WHAT IS NEEDED >> Going through the listing below, tally the lines that contain the word "checks" and give only that figure.

INPUT MATERIAL >>
..............................
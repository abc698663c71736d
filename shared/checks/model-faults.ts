import type { ModelGraph } from './model-graph.ts'
import type { ModelFault, PairModel, SourceValue, TokenModel } from './model.ts'
import { ruleReferences } from './rule-scopes.ts'
import { themeFaults } from './theme-faults.ts'
import { effectiveLevel, requiredRatio } from './uses.ts'

type Fault = Omit<ModelFault, 'code' | 'detail'>

function missing(id: string, what: string, about: Fault): ModelFault {
  return {
    code: 'reference-missing',
    detail: `${what} refers to ${id}, which is missing`,
    ...about,
  }
}

function valueFaults(
  graph: ModelGraph,
  value: SourceValue,
  about: Fault & { name: string },
): ModelFault[] {
  const { name, ...where } = about
  if (value.kind !== 'color') {
    return graph.tokenAt.has(value.token) ? [] : [missing(value.token, name, where)]
  }
  const l = value.color.l ?? 0
  if (l >= 0 && l <= 1) return []
  return [{ code: 'lightness-range', detail: `Lightness of ${name} lies outside 0 to 1`, ...where }]
}

function tokenFaults(graph: ModelGraph, token: TokenModel): ModelFault[] {
  const about = { token: token.id, name: token.name }
  const faults = valueFaults(graph, token.value, about)
  for (const theme of graph.model.themes) {
    for (const [state, value] of Object.entries(token.values[theme.id] ?? {})) {
      if (value === undefined) continue
      const where = {
        ...about,
        theme: theme.id,
        state: state as keyof TokenModel['values'][string],
      }
      faults.push(...valueFaults(graph, value, where))
    }
  }
  for (const id of ruleReferences(token.rules)) {
    if (!graph.tokenAt.has(id))
      faults.push(missing(id, `A rule of ${token.name}`, { token: token.id }))
  }
  return faults
}

/** Rules of the system, its themes and prefixes; they belong to no token. */
function scopeFaults(graph: ModelGraph): ModelFault[] {
  const { model } = graph
  const scopes = [
    { name: 'A state rule of the system', scope: { states: model.states }, about: {} },
    ...model.themes.map((theme) => ({
      name: `The rule of theme ${theme.key}`,
      scope: { themes: theme.rule ? { [theme.id]: theme.rule } : {} },
      about: { theme: theme.id },
    })),
    ...model.prefixes.map((rules) => ({
      name: `A rule of prefix ${rules.prefix}`,
      scope: rules,
      about: {},
    })),
  ]
  return scopes.flatMap(({ name, scope, about }) =>
    ruleReferences(scope)
      .filter((id) => !graph.tokenAt.has(id))
      .map((id) => missing(id, name, about)),
  )
}

function pairFaults(graph: ModelGraph, pair: PairModel): ModelFault[] {
  const about = { pair: pair.id }
  const { settings } = graph.model
  const backdrop = pair.backdrop === 'unknown' ? [] : pair.backdrop
  const faults = [pair.foreground, pair.background, ...backdrop]
    .filter((id) => !graph.tokenAt.has(id))
    .map((id) => missing(id, 'The pair', about))
  for (const id of pair.themes ?? []) {
    if (!graph.themeAt.has(id)) faults.push(missing(id, 'The pair', { ...about, theme: id }))
  }
  if (settings.level === 'AAA' && pair.level === 'AA') {
    faults.push({
      code: 'level-lower',
      detail: 'The pair asks for AA where the system holds AAA',
      ...about,
    })
  }
  const required = requiredRatio(pair.use, effectiveLevel(settings.level, pair.level))
  if (pair.minimum !== undefined && !(pair.minimum >= required)) {
    faults.push({
      code: 'minimum-lower',
      detail: `The pair asks for ${pair.minimum} where ${required} is required`,
      ...about,
    })
  }
  return faults
}

function setFaults({ model, tokenAt }: ModelGraph): ModelFault[] {
  return (model.distinctSets ?? []).flatMap(({ id, name, tokens }) =>
    tokens
      .filter((token) => !tokenAt.has(token))
      .map((token) => missing(token, `The distinct set ${name}`, { distinctSet: id })),
  )
}

/** Everything wrong with a model that can be seen before a colour is computed, in the model's order. */
export function modelFaults(graph: ModelGraph): ModelFault[] {
  return [
    ...themeFaults(graph),
    ...scopeFaults(graph),
    ...graph.model.tokens.flatMap((token) => tokenFaults(graph, token)),
    ...graph.model.pairs.flatMap((pair) => pairFaults(graph, pair)),
    ...setFaults(graph),
  ]
}

/** Faults that an edit can bring: of rules and sets that name tokens, and of some tokens and pairs. */
export function editFaults(
  graph: ModelGraph,
  edited: { readonly tokens: readonly TokenModel[]; readonly pairs: readonly PairModel[] },
): ModelFault[] {
  return [
    ...scopeFaults(graph),
    ...edited.tokens.flatMap((token) => tokenFaults(graph, token)),
    ...edited.pairs.flatMap((pair) => pairFaults(graph, pair)),
    ...setFaults(graph),
  ]
}
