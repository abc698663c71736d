import { useState } from 'react'
import { whereInWords } from '#console/lib/finding-words.ts'
import { WordButton } from '#console/ui/button.tsx'
import { OutcomeMark } from '#console/ui/outcome-mark.tsx'
import { PairSample } from '#console/ui/pair-sample.tsx'
import { RatioColumns } from '#console/ui/ratio-text.tsx'
import type { ImportWire } from '#shared/contracts/import-outcome.ts'

type Finding = ImportWire['check']['findings'][number]

const FIRST_SHOWN = 6
/** What no one reads to its end need not be drawn to it. */
const MOST_LINES = 400

/** Findings whose verdict an import moves. */
export function FindingList({
  title,
  findings,
  isBefore = false,
}: {
  title: string
  findings: readonly Finding[]
  /** Whether they are as they were measured before it. */
  isBefore?: boolean
}) {
  const [isWhole, setWhole] = useState(false)
  if (findings.length === 0) return null
  const lines = joinedLines(findings)
  const shown = lines.slice(0, isWhole ? MOST_LINES : FIRST_SHOWN)
  return (
    <section className="mt-18">
      <h3 className="double-line pb-6 text-13 font-semibold">{title}</h3>
      <ul>
        {shown.map(({ finding, states }) => (
          <FindingLine
            key={finding.fingerprint}
            finding={finding}
            states={states}
            isBefore={isBefore}
          />
        ))}
      </ul>
      {!isWhole && shown.length < lines.length && (
        <WordButton className="mt-10" onClick={() => setWhole(true)}>
          {lines.length > MOST_LINES ? `The first ${MOST_LINES}` : 'All'} of {lines.length} lines
        </WordButton>
      )}
    </section>
  )
}

interface Line {
  readonly finding: Finding
  readonly states: readonly string[]
}

/** Furthest short first; states of a pair that measure the same stand in one line. */
function joinedLines(findings: readonly Finding[]): Line[] {
  const lines = new Map<string, Line>()
  for (const finding of findings) {
    const { foreground, background, theme, ratio, required } = finding
    const key = JSON.stringify([foreground, background, theme, ratio, required])
    const line = lines.get(key)
    lines.set(key, {
      finding: line?.finding ?? finding,
      states: [...(line?.states ?? []), finding.state],
    })
  }
  const margin = ({ finding: { ratio, required } }: Line) => ratio / required
  return [...lines.values()].sort((a, b) => margin(a) - margin(b))
}

function FindingLine({
  finding,
  states,
  isBefore,
}: {
  finding: Finding
  states: readonly string[]
  isBefore: boolean
}) {
  const { foreground, background, theme, gating, rendered } = finding
  return (
    <li className="flex min-h-38 flex-wrap items-center gap-x-16 gap-y-4 border-b border-feint py-4">
      <PairSample {...rendered} breaches={!isBefore} />
      <span className="min-w-0 flex-1 basis-200 break-words">
        <span className="font-medium">{foreground}</span> on {background}{' '}
        <span className="ml-4 text-13 text-ink-soft">
          {whereInWords(theme, states)}
          {!gating && ', reported only'}
        </span>
      </span>
      <span className="ml-auto flex flex-wrap items-baseline justify-end gap-x-16">
        {isBefore ? (
          <span className="text-13 text-ink-soft">was</span>
        ) : (
          <OutcomeMark kind="breach">breach</OutcomeMark>
        )}
        <RatioColumns {...finding} />
      </span>
    </li>
  )
}
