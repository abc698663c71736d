import type { ResolvedToken } from './resolved.ts'

/**
 * Resolved tokens by id over their rows in ledger order. Where an edit leaves the ledger as it was, the positions are
 * shared and only the rows are copied, which costs next to nothing.
 */
export class TokenRows implements ReadonlyMap<string, ResolvedToken> {
  constructor(
    private readonly positions: ReadonlyMap<string, number>,
    /** By position. */
    readonly rows: readonly ResolvedToken[],
  ) {}

  get size(): number {
    return this.rows.length
  }

  get(id: string): ResolvedToken | undefined {
    const position = this.positions.get(id)
    return position === undefined ? undefined : this.rows[position]
  }

  has(id: string): boolean {
    return this.positions.has(id)
  }

  *entries(): MapIterator<[string, ResolvedToken]> {
    for (const row of this.rows) yield [row.token.id, row]
  }

  *keys(): MapIterator<string> {
    for (const row of this.rows) yield row.token.id
  }

  values(): MapIterator<ResolvedToken> {
    return this.rows.values()
  }

  [Symbol.iterator](): MapIterator<[string, ResolvedToken]> {
    return this.entries()
  }

  forEach(
    visit: (token: ResolvedToken, id: string, map: ReadonlyMap<string, ResolvedToken>) => void,
  ): void {
    for (const row of this.rows) visit(row, row.token.id, this)
  }
}
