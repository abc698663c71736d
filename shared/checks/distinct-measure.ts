import { deltaE2000, type LabD65, labOfBytes } from '#shared/color/difference.ts'
import {
  type Deficiency,
  DEFICIENCIES,
  simulateBytes,
  simulationMatrix,
  type SrgbBytes,
} from '#shared/color/simulate.ts'
import { createPixel, paintLayer } from './layers.ts'
import type { DistinctSet } from './model.ts'
import { type ResolvedCell, type ResolvedSystem, STATE_COUNT } from './resolved.ts'

/** How members are seen: as they are, or under a deficiency. */
export const DISTINCT_VIEWS = ['plain', ...DEFICIENCIES] as const
/** One of the views. */
export type DistinctView = (typeof DISTINCT_VIEWS)[number]

/** What the deficiencies are simulated with, so that every result can name it. */
export const DISTINCT_SIMULATION = { model: 'machado-2009', severity: 1 } as const

/** A member of a distinct set as it is seen: opaque bytes. */
export interface DistinctMember {
  readonly name: string
  readonly color: SrgbBytes
}

/** The two members hardest to tell apart. */
export interface ClosestCouple {
  readonly first: string
  readonly second: string
  /** CIEDE2000, unrounded; 0 where both are one colour. */
  readonly deltaE2000: number
}

/** The closest couple in each view. */
export type DistinctMeasure = { readonly [view in DistinctView]: ClosestCouple }

const MATRICES: { readonly [deficiency in Deficiency]: ReturnType<typeof simulationMatrix> } = {
  protan: simulationMatrix({ ...DISTINCT_SIMULATION, deficiency: 'protan' }),
  deutan: simulationMatrix({ ...DISTINCT_SIMULATION, deficiency: 'deutan' }),
  tritan: simulationMatrix({ ...DISTINCT_SIMULATION, deficiency: 'tritan' }),
}

function labIn(view: DistinctView, color: SrgbBytes): LabD65 {
  const { r, g, b } = view === 'plain' ? color : simulateBytes(color, MATRICES[view])
  return labOfBytes(r, g, b)
}

function closestCouple(members: readonly DistinctMember[], view: DistinctView): ClosestCouple {
  const labs = members.map(({ color }) => labIn(view, color))
  let closest: ClosestCouple | undefined
  for (const [at, first] of members.entries()) {
    for (let other = at + 1; other < members.length; other++) {
      const distance = deltaE2000(labs[at]!, labs[other]!)
      if (closest !== undefined && distance >= closest.deltaE2000) continue
      closest = { first: first.name, second: members[other]!.name, deltaE2000: distance }
    }
  }
  return closest!
}

/**
 * Measures how well members can be told apart: the smallest CIEDE2000 between any two of them, as they are and under
 * each simulated deficiency. Of equal couples the first in order is named.
 * @param members two or more, in the order of the set
 * @throws {TypeError} for fewer
 * @see https://doi.org/10.1002/col.20070 CIEDE2000
 */
export function measureDistinctSet(members: readonly DistinctMember[]): DistinctMeasure {
  if (members.length < 2) throw new TypeError('a distinct set has two members or more')
  return {
    plain: closestCouple(members, 'plain'),
    protan: closestCouple(members, 'protan'),
    deutan: closestCouple(members, 'deutan'),
    tritan: closestCouple(members, 'tritan'),
  }
}

/** A distinct set measured in one theme; couples are token ids. */
export interface MeasuredDistinctSet {
  readonly set: DistinctSet
  /** Theme id. */
  readonly theme: string
  readonly couples: DistinctMeasure
}

/** A set in one theme, and where its colours are read. */
export interface SetInTheme {
  readonly set: DistinctSet
  /** Theme position. */
  readonly theme: number
  /** The theme's ground, by token id. */
  readonly ground: string
  readonly cellsOf: (token: string) => readonly ResolvedCell[]
}

/** Measures a set in one theme: its tokens at rest, composited on the theme's ground. */
export function measureSetInTheme({ set, theme, ground, cellsOf }: SetInTheme): DistinctMeasure {
  const renderedOf = (id: string) => cellsOf(id)[theme * STATE_COUNT]!.color.rendered
  return measureDistinctSet(
    set.tokens.map((id) => {
      const color = createPixel()
      paintLayer(color, renderedOf(ground), 'srgb')
      paintLayer(color, renderedOf(id), 'srgb')
      return { name: id, color }
    }),
  )
}

/** Measures every distinct set in every theme. Reported beside a verdict, never part of it. */
export function measureDistinctSets(resolved: ResolvedSystem): MeasuredDistinctSet[] {
  const { distinctSets = [], themes } = resolved.model
  const cellsOf = (id: string) => resolved.tokens.get(id)!.cells
  return distinctSets.flatMap((set) =>
    themes.map(({ id, ground }, theme) => ({
      set,
      theme: id,
      couples: measureSetInTheme({ set, theme, ground, cellsOf }),
    })),
  )
}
..............................
YOUR SOLUTION >> 2